### What you should do
A single number is the answer: the count of lines in these records with "tomllib" in them.
━━ Material to process
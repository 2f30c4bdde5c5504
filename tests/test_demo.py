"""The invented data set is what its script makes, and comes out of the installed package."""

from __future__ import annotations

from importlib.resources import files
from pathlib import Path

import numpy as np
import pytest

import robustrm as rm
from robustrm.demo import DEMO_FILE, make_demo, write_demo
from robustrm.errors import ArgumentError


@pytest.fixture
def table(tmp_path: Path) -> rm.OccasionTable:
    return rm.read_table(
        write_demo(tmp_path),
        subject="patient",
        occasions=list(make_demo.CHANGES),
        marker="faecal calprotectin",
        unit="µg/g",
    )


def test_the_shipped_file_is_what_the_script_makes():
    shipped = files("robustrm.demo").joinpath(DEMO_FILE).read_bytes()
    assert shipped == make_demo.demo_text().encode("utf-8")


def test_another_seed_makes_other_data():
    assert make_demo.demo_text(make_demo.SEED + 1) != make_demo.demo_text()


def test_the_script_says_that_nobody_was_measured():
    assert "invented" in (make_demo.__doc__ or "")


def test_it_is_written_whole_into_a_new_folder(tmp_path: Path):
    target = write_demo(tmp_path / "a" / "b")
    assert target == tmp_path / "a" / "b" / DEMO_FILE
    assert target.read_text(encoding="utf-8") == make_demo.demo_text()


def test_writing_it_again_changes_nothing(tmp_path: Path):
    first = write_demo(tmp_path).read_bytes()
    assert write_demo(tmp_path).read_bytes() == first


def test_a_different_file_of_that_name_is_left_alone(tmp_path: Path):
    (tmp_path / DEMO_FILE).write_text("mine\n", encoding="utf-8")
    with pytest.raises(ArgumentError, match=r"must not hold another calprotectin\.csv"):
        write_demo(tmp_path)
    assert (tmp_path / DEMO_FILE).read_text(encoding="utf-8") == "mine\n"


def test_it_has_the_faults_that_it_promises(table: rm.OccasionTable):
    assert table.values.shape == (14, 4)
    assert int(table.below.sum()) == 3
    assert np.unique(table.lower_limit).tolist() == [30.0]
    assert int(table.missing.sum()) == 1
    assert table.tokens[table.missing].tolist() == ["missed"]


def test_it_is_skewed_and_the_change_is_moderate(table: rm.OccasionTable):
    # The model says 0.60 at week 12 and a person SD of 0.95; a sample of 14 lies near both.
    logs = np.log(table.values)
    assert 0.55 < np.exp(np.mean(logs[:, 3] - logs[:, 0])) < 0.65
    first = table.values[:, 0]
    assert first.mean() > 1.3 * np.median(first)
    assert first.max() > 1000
━━━━
━━ Material to process
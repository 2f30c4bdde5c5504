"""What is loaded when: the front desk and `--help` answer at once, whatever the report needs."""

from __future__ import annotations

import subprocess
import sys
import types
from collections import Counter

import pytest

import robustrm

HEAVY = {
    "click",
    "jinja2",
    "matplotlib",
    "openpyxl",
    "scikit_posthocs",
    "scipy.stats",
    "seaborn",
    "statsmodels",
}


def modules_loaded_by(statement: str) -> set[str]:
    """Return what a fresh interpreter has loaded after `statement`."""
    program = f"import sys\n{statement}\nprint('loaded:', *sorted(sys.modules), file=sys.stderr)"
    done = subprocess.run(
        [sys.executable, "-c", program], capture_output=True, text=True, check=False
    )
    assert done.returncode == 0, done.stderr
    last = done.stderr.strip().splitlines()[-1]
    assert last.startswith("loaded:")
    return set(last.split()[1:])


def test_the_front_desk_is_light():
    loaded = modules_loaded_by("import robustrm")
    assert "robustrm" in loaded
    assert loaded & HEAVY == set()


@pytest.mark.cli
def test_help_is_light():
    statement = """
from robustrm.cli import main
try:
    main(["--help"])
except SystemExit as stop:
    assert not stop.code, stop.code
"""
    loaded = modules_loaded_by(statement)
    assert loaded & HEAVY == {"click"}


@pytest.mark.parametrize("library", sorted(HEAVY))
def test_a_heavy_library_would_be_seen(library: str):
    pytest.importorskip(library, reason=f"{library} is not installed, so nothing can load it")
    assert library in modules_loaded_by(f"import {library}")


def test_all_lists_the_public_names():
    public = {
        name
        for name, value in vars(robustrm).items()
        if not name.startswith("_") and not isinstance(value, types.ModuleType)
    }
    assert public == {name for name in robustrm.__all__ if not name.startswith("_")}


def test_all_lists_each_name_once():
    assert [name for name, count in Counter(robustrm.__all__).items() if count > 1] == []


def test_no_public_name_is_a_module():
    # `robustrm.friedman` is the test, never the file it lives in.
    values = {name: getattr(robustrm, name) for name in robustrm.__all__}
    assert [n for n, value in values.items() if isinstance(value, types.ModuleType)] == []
━━━━
━━ Material to process
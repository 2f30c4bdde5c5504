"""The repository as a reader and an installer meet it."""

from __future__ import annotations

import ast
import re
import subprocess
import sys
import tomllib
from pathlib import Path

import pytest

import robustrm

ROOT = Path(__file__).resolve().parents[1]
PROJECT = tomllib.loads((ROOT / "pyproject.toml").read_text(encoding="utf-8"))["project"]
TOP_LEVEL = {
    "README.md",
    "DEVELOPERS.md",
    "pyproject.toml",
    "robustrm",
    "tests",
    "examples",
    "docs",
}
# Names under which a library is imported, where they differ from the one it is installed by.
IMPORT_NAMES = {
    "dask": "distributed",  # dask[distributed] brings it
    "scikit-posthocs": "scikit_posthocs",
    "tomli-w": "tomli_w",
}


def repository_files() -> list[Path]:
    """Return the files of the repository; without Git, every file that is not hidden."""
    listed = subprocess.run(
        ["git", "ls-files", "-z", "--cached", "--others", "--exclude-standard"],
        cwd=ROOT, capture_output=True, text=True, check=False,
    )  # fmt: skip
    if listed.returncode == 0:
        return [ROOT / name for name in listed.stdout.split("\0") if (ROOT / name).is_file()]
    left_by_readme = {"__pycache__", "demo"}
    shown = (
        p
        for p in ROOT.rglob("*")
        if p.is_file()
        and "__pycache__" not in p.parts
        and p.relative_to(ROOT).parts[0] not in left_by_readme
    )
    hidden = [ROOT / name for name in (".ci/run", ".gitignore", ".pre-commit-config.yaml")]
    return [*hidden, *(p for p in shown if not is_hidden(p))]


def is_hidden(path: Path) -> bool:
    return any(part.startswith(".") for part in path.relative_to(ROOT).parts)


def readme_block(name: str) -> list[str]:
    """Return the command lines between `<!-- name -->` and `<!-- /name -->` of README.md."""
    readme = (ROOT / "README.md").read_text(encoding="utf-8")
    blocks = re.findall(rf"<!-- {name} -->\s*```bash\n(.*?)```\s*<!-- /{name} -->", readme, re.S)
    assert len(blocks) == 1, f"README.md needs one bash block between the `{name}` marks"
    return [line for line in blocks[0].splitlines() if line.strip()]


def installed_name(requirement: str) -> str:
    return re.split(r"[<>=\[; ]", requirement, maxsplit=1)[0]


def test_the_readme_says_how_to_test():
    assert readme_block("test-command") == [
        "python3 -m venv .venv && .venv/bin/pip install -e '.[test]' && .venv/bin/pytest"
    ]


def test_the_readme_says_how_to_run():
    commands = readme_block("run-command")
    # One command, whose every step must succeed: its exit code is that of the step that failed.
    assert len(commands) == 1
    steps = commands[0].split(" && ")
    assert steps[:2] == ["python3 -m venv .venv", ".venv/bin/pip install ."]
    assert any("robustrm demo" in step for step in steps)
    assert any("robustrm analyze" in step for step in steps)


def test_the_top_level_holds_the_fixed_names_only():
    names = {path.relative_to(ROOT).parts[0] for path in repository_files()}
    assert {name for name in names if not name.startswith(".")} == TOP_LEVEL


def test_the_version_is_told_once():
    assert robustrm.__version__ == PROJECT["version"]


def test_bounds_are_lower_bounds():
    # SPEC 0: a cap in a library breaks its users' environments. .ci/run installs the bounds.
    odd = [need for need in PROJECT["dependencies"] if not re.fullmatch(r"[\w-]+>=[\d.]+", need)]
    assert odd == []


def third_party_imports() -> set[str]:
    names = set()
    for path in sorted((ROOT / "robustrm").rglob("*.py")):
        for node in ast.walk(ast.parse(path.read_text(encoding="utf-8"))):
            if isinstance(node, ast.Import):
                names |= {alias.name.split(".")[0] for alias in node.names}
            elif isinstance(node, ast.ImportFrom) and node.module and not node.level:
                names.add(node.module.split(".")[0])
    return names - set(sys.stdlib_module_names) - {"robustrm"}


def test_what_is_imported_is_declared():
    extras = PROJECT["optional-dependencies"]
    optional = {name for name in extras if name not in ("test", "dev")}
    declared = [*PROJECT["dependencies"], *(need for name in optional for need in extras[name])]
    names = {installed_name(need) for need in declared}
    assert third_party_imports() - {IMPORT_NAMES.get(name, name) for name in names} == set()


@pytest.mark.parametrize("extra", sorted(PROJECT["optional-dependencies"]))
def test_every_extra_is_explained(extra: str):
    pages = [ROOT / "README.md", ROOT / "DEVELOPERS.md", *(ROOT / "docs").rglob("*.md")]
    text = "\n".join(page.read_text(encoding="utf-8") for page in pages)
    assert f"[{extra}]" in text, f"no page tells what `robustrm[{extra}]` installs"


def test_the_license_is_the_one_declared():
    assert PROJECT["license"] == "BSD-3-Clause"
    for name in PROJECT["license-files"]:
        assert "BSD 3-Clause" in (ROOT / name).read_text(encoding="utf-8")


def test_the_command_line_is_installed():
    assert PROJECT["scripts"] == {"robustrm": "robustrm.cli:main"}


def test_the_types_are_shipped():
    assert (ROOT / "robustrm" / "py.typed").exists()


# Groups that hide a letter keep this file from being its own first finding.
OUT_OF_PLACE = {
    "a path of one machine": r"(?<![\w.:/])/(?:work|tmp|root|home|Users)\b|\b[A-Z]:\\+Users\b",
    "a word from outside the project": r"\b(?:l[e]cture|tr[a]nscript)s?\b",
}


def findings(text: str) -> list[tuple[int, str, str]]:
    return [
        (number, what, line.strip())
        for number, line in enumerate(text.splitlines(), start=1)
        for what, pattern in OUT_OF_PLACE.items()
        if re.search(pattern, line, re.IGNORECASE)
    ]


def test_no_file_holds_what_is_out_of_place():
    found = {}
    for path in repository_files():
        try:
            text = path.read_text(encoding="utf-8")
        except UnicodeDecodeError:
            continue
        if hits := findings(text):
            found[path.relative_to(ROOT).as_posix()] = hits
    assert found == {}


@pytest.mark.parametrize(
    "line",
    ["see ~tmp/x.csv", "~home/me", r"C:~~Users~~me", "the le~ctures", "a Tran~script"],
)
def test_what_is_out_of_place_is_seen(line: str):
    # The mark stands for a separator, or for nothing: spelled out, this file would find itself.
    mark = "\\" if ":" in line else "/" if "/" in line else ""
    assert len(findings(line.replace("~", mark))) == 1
━━━━
### Task answer
2